◆ Required work
Line by line, reproduce the records exactly.

◆ Given information

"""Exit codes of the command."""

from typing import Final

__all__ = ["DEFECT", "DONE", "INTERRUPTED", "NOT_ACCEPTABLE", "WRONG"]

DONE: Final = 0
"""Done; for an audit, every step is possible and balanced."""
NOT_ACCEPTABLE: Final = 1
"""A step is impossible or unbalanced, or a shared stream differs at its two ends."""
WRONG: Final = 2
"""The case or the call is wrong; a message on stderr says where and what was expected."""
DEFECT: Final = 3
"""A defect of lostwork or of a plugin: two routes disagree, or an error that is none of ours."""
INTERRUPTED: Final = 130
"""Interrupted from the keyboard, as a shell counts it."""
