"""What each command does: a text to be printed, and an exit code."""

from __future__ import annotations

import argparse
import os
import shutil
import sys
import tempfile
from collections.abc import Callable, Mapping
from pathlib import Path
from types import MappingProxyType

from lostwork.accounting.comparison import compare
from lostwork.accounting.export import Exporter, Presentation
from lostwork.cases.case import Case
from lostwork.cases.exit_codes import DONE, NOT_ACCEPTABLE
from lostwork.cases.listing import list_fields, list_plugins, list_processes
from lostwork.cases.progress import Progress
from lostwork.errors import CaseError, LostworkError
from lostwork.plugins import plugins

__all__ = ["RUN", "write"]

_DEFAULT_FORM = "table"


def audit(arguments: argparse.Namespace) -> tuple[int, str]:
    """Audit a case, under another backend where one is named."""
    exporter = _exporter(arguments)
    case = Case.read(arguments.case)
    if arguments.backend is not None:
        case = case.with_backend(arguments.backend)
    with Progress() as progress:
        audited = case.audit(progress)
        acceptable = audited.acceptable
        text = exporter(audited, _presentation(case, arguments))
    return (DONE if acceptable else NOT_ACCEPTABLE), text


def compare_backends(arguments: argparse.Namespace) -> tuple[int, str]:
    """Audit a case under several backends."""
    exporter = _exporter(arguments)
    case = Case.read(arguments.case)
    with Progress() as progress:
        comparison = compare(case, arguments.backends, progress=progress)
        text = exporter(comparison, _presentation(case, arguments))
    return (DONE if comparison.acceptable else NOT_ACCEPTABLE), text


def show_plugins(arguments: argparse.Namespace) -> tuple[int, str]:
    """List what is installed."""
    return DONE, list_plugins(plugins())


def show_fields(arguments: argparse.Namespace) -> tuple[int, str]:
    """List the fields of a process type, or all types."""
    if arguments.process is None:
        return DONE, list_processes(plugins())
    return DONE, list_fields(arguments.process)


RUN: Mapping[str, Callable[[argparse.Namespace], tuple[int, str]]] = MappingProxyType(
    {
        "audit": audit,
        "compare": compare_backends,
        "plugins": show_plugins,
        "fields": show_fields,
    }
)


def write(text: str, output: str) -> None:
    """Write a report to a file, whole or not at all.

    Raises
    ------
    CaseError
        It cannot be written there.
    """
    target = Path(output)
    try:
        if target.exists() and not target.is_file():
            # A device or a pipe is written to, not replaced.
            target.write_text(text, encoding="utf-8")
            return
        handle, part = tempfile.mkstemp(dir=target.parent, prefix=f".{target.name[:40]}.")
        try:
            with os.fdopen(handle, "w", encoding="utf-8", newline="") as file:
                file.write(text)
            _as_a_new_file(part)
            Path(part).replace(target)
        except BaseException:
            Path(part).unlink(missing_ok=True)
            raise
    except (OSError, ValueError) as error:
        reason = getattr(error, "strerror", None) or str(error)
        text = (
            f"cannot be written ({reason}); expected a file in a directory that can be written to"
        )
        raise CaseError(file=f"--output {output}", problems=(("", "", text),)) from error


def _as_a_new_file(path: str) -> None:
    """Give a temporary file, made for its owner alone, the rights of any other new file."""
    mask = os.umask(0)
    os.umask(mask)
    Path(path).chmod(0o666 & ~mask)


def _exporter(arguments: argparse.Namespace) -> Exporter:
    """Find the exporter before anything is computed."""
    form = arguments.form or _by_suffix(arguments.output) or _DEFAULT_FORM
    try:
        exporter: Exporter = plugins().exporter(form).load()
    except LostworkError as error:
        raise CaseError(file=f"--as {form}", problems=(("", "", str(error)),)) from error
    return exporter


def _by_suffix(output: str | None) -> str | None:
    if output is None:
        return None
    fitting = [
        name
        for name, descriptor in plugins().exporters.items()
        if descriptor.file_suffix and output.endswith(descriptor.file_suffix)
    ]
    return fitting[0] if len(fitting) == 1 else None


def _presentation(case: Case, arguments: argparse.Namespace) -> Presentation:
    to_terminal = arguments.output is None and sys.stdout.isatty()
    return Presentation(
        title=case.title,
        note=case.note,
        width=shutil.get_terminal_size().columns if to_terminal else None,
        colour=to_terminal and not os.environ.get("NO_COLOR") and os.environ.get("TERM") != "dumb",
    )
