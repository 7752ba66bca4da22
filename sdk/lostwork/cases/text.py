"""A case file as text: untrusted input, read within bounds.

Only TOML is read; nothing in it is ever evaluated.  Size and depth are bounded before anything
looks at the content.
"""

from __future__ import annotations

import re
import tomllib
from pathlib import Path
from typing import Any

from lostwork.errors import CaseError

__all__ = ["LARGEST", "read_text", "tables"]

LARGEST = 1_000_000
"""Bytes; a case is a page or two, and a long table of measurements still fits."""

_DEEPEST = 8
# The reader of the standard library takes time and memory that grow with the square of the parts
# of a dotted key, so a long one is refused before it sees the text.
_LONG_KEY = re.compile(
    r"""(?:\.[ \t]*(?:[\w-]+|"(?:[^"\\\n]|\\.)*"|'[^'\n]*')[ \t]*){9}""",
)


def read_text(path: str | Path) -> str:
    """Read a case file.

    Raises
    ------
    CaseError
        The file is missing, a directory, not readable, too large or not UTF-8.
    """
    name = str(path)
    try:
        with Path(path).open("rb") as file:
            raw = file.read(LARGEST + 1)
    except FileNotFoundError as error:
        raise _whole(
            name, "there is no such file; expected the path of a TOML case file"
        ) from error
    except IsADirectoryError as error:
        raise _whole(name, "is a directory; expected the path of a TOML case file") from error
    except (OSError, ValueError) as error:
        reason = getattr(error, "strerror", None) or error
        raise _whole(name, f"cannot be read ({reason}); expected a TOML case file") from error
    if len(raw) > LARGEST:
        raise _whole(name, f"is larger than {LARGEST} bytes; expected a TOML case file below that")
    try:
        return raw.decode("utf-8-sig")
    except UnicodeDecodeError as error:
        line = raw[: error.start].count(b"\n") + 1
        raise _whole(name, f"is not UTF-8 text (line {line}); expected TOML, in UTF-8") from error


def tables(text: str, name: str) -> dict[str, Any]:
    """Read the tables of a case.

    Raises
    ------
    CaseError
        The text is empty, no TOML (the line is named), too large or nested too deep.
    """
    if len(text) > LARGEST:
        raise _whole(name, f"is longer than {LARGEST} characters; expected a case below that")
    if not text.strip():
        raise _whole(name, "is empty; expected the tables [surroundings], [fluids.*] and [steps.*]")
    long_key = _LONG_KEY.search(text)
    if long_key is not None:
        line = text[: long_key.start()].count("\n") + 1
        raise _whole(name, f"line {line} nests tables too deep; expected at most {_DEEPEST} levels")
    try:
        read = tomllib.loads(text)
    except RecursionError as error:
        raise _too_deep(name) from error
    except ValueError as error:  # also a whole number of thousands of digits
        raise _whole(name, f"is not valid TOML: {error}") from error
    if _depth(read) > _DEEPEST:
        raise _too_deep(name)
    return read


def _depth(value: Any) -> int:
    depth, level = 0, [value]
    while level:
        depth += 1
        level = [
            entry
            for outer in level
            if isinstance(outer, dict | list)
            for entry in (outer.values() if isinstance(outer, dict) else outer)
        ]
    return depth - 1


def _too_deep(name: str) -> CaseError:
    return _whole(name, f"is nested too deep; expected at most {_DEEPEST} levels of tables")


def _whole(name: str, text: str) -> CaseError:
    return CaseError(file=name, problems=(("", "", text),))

◆ Answer box
"""Exit codes of the command."""

from typing import Final

__all__ = ["DEFECT", "DONE", "INTERRUPTED", "NOT_ACCEPTABLE", "WRONG"]

DONE: Final = 0
"""Done; for an audit, every step is possible and balanced."""
NOT_ACCEPTABLE: Final = 1
"""A step is impossible or unbalanced, or a shared stream differs at its two ends."""
WRONG: Final = 2
"""The case or the call is wrong; a message on stderr says where and what was expected."""
DEFECT: Final = 3
"""A defect of lostwork or of a plugin: two routes disagree, or an error that is none of ours."""
INTERRUPTED: Final = 130
"""Interrupted from the keyboard, as a shell counts it."""
"""What each command does: a text to be printed, and an exit code."""

from __future__ import annotations

import argparse
import os
import shutil
import sys
import tempfile
from collections.abc import Callable, Mapping
from pathlib import Path
from types import MappingProxyType

from lostwork.accounting.comparison import compare
from lostwork.accounting.export import Exporter, Presentation
from lostwork.cases.case import Case
from lostwork.cases.exit_codes import DONE, NOT_ACCEPTABLE
from lostwork.cases.listing import list_fields, list_plugins, list_processes
from lostwork.cases.progress import Progress
from lostwork.errors import CaseError, LostworkError
from lostwork.plugins import plugins

__all__ = ["RUN", "write"]

_DEFAULT_FORM = "table"


def audit(arguments: argparse.Namespace) -> tuple[int, str]:
    """Audit a case, under another backend where one is named."""
    exporter = _exporter(arguments)
    case = Case.read(arguments.case)
    if arguments.backend is not None:
        case = case.with_backend(arguments.backend)
    with Progress() as progress:
        audited = case.audit(progress)
        acceptable = audited.acceptable
        text = exporter(audited, _presentation(case, arguments))
    return (DONE if acceptable else NOT_ACCEPTABLE), text


def compare_backends(arguments: argparse.Namespace) -> tuple[int, str]:
    """Audit a case under several backends."""
    exporter = _exporter(arguments)
    case = Case.read(arguments.case)
    with Progress() as progress:
        comparison = compare(case, arguments.backends, progress=progress)
        text = exporter(comparison, _presentation(case, arguments))
    return (DONE if comparison.acceptable else NOT_ACCEPTABLE), text


def show_plugins(arguments: argparse.Namespace) -> tuple[int, str]:
    """List what is installed."""
    return DONE, list_plugins(plugins())


def show_fields(arguments: argparse.Namespace) -> tuple[int, str]:
    """List the fields of a process type, or all types."""
    if arguments.process is None:
        return DONE, list_processes(plugins())
    return DONE, list_fields(arguments.process)


RUN: Mapping[str, Callable[[argparse.Namespace], tuple[int, str]]] = MappingProxyType(
    {
        "audit": audit,
        "compare": compare_backends,
        "plugins": show_plugins,
        "fields": show_fields,
    }
)


def write(text: str, output: str) -> None:
    """Write a report to a file, whole or not at all.

    Raises
    ------
    CaseError
        It cannot be written there.
    """
    target = Path(output)
    try:
        if target.exists() and not target.is_file():
            # A device or a pipe is written to, not replaced.
            target.write_text(text, encoding="utf-8")
            return
        handle, part = tempfile.mkstemp(dir=target.parent, prefix=f".{target.name[:40]}.")
        try:
            with os.fdopen(handle, "w", encoding="utf-8", newline="") as file:
                file.write(text)
            _as_a_new_file(part)
            Path(part).replace(target)
        except BaseException:
            Path(part).unlink(missing_ok=True)
            raise
    except (OSError, ValueError) as error:
        reason = getattr(error, "strerror", None) or str(error)
        text = (
            f"cannot be written ({reason}); expected a file in a directory that can be written to"
        )
        raise CaseError(file=f"--output {output}", problems=(("", "", text),)) from error


def _as_a_new_file(path: str) -> None:
    """Give a temporary file, made for its owner alone, the rights of any other new file."""
    mask = os.umask(0)
    os.umask(mask)
    Path(path).chmod(0o666 & ~mask)


def _exporter(arguments: argparse.Namespace) -> Exporter:
    """Find the exporter before anything is computed."""
    form = arguments.form or _by_suffix(arguments.output) or _DEFAULT_FORM
    try:
        exporter: Exporter = plugins().exporter(form).load()
    except LostworkError as error:
        raise CaseError(file=f"--as {form}", problems=(("", "", str(error)),)) from error
    return exporter


def _by_suffix(output: str | None) -> str | None:
    if output is None:
        return None
    fitting = [
        name
        for name, descriptor in plugins().exporters.items()
        if descriptor.file_suffix and output.endswith(descriptor.file_suffix)
    ]
    return fitting[0] if len(fitting) == 1 else None


def _presentation(case: Case, arguments: argparse.Namespace) -> Presentation:
    to_terminal = arguments.output is None and sys.stdout.isatty()
    return Presentation(
        title=case.title,
        note=case.note,
        width=shutil.get_terminal_size().columns if to_terminal else None,
        colour=to_terminal and not os.environ.get("NO_COLOR") and os.environ.get("TERM") != "dumb",
    )
repository 7752ba66bca4da22
filename sdk/lostwork/cases/text.py
"""A case file as text: untrusted input, read within bounds.

Only TOML is read; nothing in it is ever evaluated.  Size and depth are bounded before anything
looks at the content.
"""

from __future__ import annotations

import re
import tomllib
from pathlib import Path
from typing import Any

from lostwork.errors import CaseError

__all__ = ["LARGEST", "read_text", "tables"]

LARGEST = 1_000_000
"""Bytes; a case is a page or two, and a long table of measurements still fits."""

_DEEPEST = 8
# The reader of the standard library takes time and memory that grow with the square of the parts
# of a dotted key, so a long one is refused before it sees the text.
_LONG_KEY = re.compile(
    r"""(?:\.[ \t]*(?:[\w-]+|"(?:[^"\\\n]|\\.)*"|'[^'\n]*')[ \t]*){9}""",
)


def read_text(path: str | Path) -> str:
    """Read a case file.

    Raises
    ------
    CaseError
        The file is missing, a directory, not readable, too large or not UTF-8.
    """
    name = str(path)
    try:
        with Path(path).open("rb") as file:
            raw = file.read(LARGEST + 1)
    except FileNotFoundError as error:
        raise _whole(
            name, "there is no such file; expected the path of a TOML case file"
        ) from error
    except IsADirectoryError as error:
        raise _whole(name, "is a directory; expected the path of a TOML case file") from error
    except (OSError, ValueError) as error:
        reason = getattr(error, "strerror", None) or error
        raise _whole(name, f"cannot be read ({reason}); expected a TOML case file") from error
    if len(raw) > LARGEST:
        raise _whole(name, f"is larger than {LARGEST} bytes; expected a TOML case file below that")
    try:
        return raw.decode("utf-8-sig")
    except UnicodeDecodeError as error:
        line = raw[: error.start].count(b"\n") + 1
        raise _whole(name, f"is not UTF-8 text (line {line}); expected TOML, in UTF-8") from error


def tables(text: str, name: str) -> dict[str, Any]:
    """Read the tables of a case.

    Raises
    ------
    CaseError
        The text is empty, no TOML (the line is named), too large or nested too deep.
    """
    if len(text) > LARGEST:
        raise _whole(name, f"is longer than {LARGEST} characters; expected a case below that")
    if not text.strip():
        raise _whole(name, "is empty; expected the tables [surroundings], [fluids.*] and [steps.*]")
    long_key = _LONG_KEY.search(text)
    if long_key is not None:
        line = text[: long_key.start()].count("\n") + 1
        raise _whole(name, f"line {line} nests tables too deep; expected at most {_DEEPEST} levels")
    try:
        read = tomllib.loads(text)
    except RecursionError as error:
        raise _too_deep(name) from error
    except ValueError as error:  # also a whole number of thousands of digits
        raise _whole(name, f"is not valid TOML: {error}") from error
    if _depth(read) > _DEEPEST:
        raise _too_deep(name)
    return read


def _depth(value: Any) -> int:
    depth, level = 0, [value]
    while level:
        depth += 1
        level = [
            entry
            for outer in level
            if isinstance(outer, dict | list)
            for entry in (outer.values() if isinstance(outer, dict) else outer)
        ]
    return depth - 1


def _too_deep(name: str) -> CaseError:
    return _whole(name, f"is nested too deep; expected at most {_DEEPEST} levels of tables")


def _whole(name: str, text: str) -> CaseError:
    return CaseError(file=name, problems=(("", "", text),))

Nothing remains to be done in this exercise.